● **TASK OBJECTIVE**: Nothing but the line containing "sxx += dx *" and the lines that follow it to the end of the material below should appear in the answer, each copied exactly.

● **DATA SUPPLIED**:
function pco2Warnings(logPco2: number, si: number | undefined, warnings: ChemWarning[]): void {
  if (logPco2 < ATMOSPHERIC_LOG_PCO2 - 0.1) {
    warnings.push({
      code: 'pco2-below-atmosphere',
      message: `log pCO₂ ${logPco2.toFixed(2)} is below the atmosphere's (${ATMOSPHERIC_LOG_PCO2.toFixed(2)}): photosynthesis in a sunny pool, or a pH reading too high. Re-check pH if the water is not plant-rich.`,
    });
  } else if (logPco2 > -1.5) {
    warnings.push({
      code: 'pco2-high',
      message: `log pCO₂ ${logPco2.toFixed(2)} is above −1.5, very high for surface water: check pH and alkalinity (possible for some springs and wells).`,
    });
  }
  if (logPco2 > ATMOSPHERIC_LOG_PCO2 + 0.5) {
    warnings.push({
      code: 'si-will-rise-downstream',
      message: `The water holds ${Math.round(Math.pow(10, logPco2 - ATMOSPHERIC_LOG_PCO2))}× the atmosphere's CO₂: as it degasses downstream, pH${si !== undefined ? ' and calcite SI' : ''} will tend to rise.`,
    });
  }
}

/**
 * ± half-width on calcite SI by first-order propagation: each input is moved by its uncertainty,
 * the SI is recomputed, and the changes are added in quadrature (GUM, JCGM 100:2008, §5.1, with
 * finite differences). Inputs: pH, temperature, alkalinity, calcium and, for SC-based ionic
 * strength, SC and the estimator's own scatter.
 */
function calciteUncertainty(
  input: SampleInput,
  t: Totals,
  pH: number,
  si: number,
  iChoice: IonicStrengthChoice,
  model: ActivityModel | 'auto',
  lk: LogKTable,
  unc: Uncertainties,
  start?: SpeciationState,
): number {
  const tempC = input.tempC;
  let sum = 0;
  const add = (v: number | undefined) => {
    if (v !== undefined && Number.isFinite(v)) sum += (v - si) * (v - si);
  };
  const pHp = Math.min(14, pH + unc.pH);
  add(runCore(tempC, pHp, t, iChoice.fixed, model, lk, start).siCalcite);
  if (unc.tempC > 0) {
    const tp = Math.min(100, tempC + unc.tempC);
    add(runCore(tp, pH, t, iChoice.fixed, model, logKTable(tp), start).siCalcite);
  }
  if (t.alkEqL !== undefined && unc.alkalinityRel > 0) {
    add(runCore(tempC, pH, { ...t, alkEqL: t.alkEqL * (1 + unc.alkalinityRel) }, iChoice.fixed, model, lk, start).siCalcite);
  }
  if (t.ca !== undefined && unc.caRel > 0) {
    add(runCore(tempC, pH, { ...t, ca: t.ca * (1 + unc.caRel) }, iChoice.fixed, model, lk, start).siCalcite);
  }
  if (iChoice.fixed !== undefined && iChoice.rel > 0) {
    add(runCore(tempC, pH, t, iChoice.fixed * (1 + iChoice.rel), model, lk, start).siCalcite);
  }
  return Math.sqrt(sum);
}
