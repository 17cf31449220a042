// Office check: `npm run recompute -- day.csv [--lab lab.csv] > checked.csv`
// Re-runs every indicator and data check on a Bankside samples CSV with the engine in src/chemistry.
import { readFileSync } from 'node:fs';
import { runnerImport } from 'vite';

const args = process.argv.slice(2);
const labAt = args.indexOf('--lab');
const labFile = labAt >= 0 ? args[labAt + 1] : undefined;
const input = args.find((a, i) => a !== '--lab' && (labAt < 0 || i !== labAt + 1));
if (!input) {
  console.error('usage: npm run recompute -- samples.csv [--lab lab.csv] > checked.csv');
  process.exit(2);
}
try {
  const { module } = await runnerImport('./src/exchange/recompute.ts');
  const text = readFileSync(input, 'utf8');
  const lab = labFile ? readFileSync(labFile, 'utf8') : undefined;
  process.stdout.write(module.recomputeCsv(text, lab));
} catch (e) {
  console.error(`recompute: ${e instanceof Error ? e.message : String(e)}`);
  process.exit(1);
}
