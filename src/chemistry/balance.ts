/**
 * Anion–cation balance, Standard Methods 1030 E (acceptance criteria from memory; verify
 * against your edition): % difference = 100 (Σcations − Σanions)/(Σcations + Σanions), sums in
 * meq/L. Acceptance by anion sum: 0–3 meq/L → |Σcations − Σanions| ≤ 0.2 meq/L;
 * 3–10 meq/L → ±2 %; 10–800 meq/L → ±5 %.
 */
export interface ChargeBalance {
  cationsMeqL: number;
  anionsMeqL: number;
  percent: number;
  /** the SM 1030 E criterion that applies, in words */
  criterion: string;
  acceptable: boolean;
}

export interface BalanceLimits {
  /** anion sum below which the absolute criterion applies, meq/L */
  lowAnionMeqL: number;
  lowAbsMeqL: number;
  midAnionMeqL: number;
  midPercent: number;
  highPercent: number;
}

export const SM1030E_LIMITS: BalanceLimits = { lowAnionMeqL: 3, lowAbsMeqL: 0.2, midAnionMeqL: 10, midPercent: 2, highPercent: 5 };

export function chargeBalance(cationsMeqL: number, anionsMeqL: number, limits: BalanceLimits = SM1030E_LIMITS): ChargeBalance {
  const sum = cationsMeqL + anionsMeqL;
  const percent = sum > 0 ? (100 * (cationsMeqL - anionsMeqL)) / sum : 0;
  let criterion: string;
  let acceptable: boolean;
  if (anionsMeqL < limits.lowAnionMeqL) {
    criterion = `anions < ${limits.lowAnionMeqL} meq/L: difference within ±${limits.lowAbsMeqL} meq/L`;
    acceptable = Math.abs(cationsMeqL - anionsMeqL) <= limits.lowAbsMeqL;
  } else if (anionsMeqL < limits.midAnionMeqL) {
    criterion = `anions ${limits.lowAnionMeqL}–${limits.midAnionMeqL} meq/L: within ±${limits.midPercent} %`;
    acceptable = Math.abs(percent) <= limits.midPercent;
  } else {
    criterion = `anions ≥ ${limits.midAnionMeqL} meq/L: within ±${limits.highPercent} %`;
    acceptable = Math.abs(percent) <= limits.highPercent;
  }
  return { cationsMeqL, anionsMeqL, percent, criterion, acceptable };
}
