function validate(input: TitrationInput): void {
  if (!present('sampleVolumeMl', input.sampleVolumeMl)) throw new InputError('sampleVolumeMl', 'Enter the sample volume (mL).');
  requireRange('sampleVolumeMl', input.sampleVolumeMl, 1, 1000, 'mL');
  if (!present('titrantNormality', input.titrantNormality)) throw new InputError('titrantNormality', 'Enter the titrant normality.');
  requireRange('titrantNormality', input.titrantNormality, 0.0001, 10, 'N');
  if (present('correctionFactor', input.correctionFactor)) requireRange('correctionFactor', input.correctionFactor, 0.5, 1.5, '');
  if (present('countsPerMl', input.countsPerMl)) requireRange('countsPerMl', input.countsPerMl, 1, 100000, '');
  if (present('tempC', input.tempC)) requireRange('tempC', input.tempC, -2, 100, '°C');
  if (present('scUsPerCm', input.scUsPerCm)) requireRange('scUsPerCm', input.scUsPerCm, 0, 500000, 'µS/cm');
  if (!Array.isArray(input.points) || input.points.length < 2) {
    throw new InputError('points', 'A titration needs at least two (titrant, pH) points.');
  }
  const byCounts = input.points.some((p) => p.counts !== undefined && p.counts !== null);
  const byMl = input.points.some((p) => p.titrantMl !== undefined && p.titrantMl !== null);
  if (byCounts && byMl) throw new InputError('points', 'Give every point in mL or every point in counts, not a mix.');
  input.points.forEach((p, i) => {
    const v = byCounts ? p.counts : p.titrantMl;
    const f = byCounts ? `points[${i}].counts` : `points[${i}].titrantMl`;
    if (!present(f, v)) throw new InputError(f, `Point ${i + 1} has no titrant amount.`);
    if (v < 0) throw new InputError(f, `Point ${i + 1}: titrant cannot be negative.`);
    if (!present(`points[${i}].pH`, p.pH)) throw new InputError(`points[${i}].pH`, `Point ${i + 1} has no pH.`);
    requireRange(`points[${i}].pH`, p.pH, 0, 14, '');
  });
}

/** Least-squares line y = a·x + b with R². */
function fitLine(xs: number[], ys: number[]): { a: number; b: number; r2: number } {
  const n = xs.length;
  let sx = 0, sy = 0;
  for (let i = 0; i < n; i++) { sx += xs[i]!; sy += ys[i]!; }
  const mx = sx / n, my = sy / n;
  let sxx = 0, sxy = 0, syy = 0;
  for (let i = 0; i < n; i++) {
    const dx = xs[i]! - mx, dy = ys[i]! - my;
    sxx += dx * dx; sxy += dx * dy; syy += dy * dy;
  }
  const a = sxx > 0 ? sxy / sxx : 0;
  const b = my - a * mx;
  const r2 = sxx > 0 && syy > 0 ? (sxy * sxy) / (sxx * syy) : 0;
  return { a, b, r2 };
}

● **RESPONSE FOR THIS EXERCISE**:
    sxx += dx * dx; sxy += dx * dy; syy += dy * dy;
  }
  const a = sxx > 0 ? sxy / sxx : 0;
  const b = my - a * mx;
  const r2 = sxx > 0 && syy > 0 ? (sxy * sxy) / (sxx * syy) : 0;
  return { a, b, r2 };
}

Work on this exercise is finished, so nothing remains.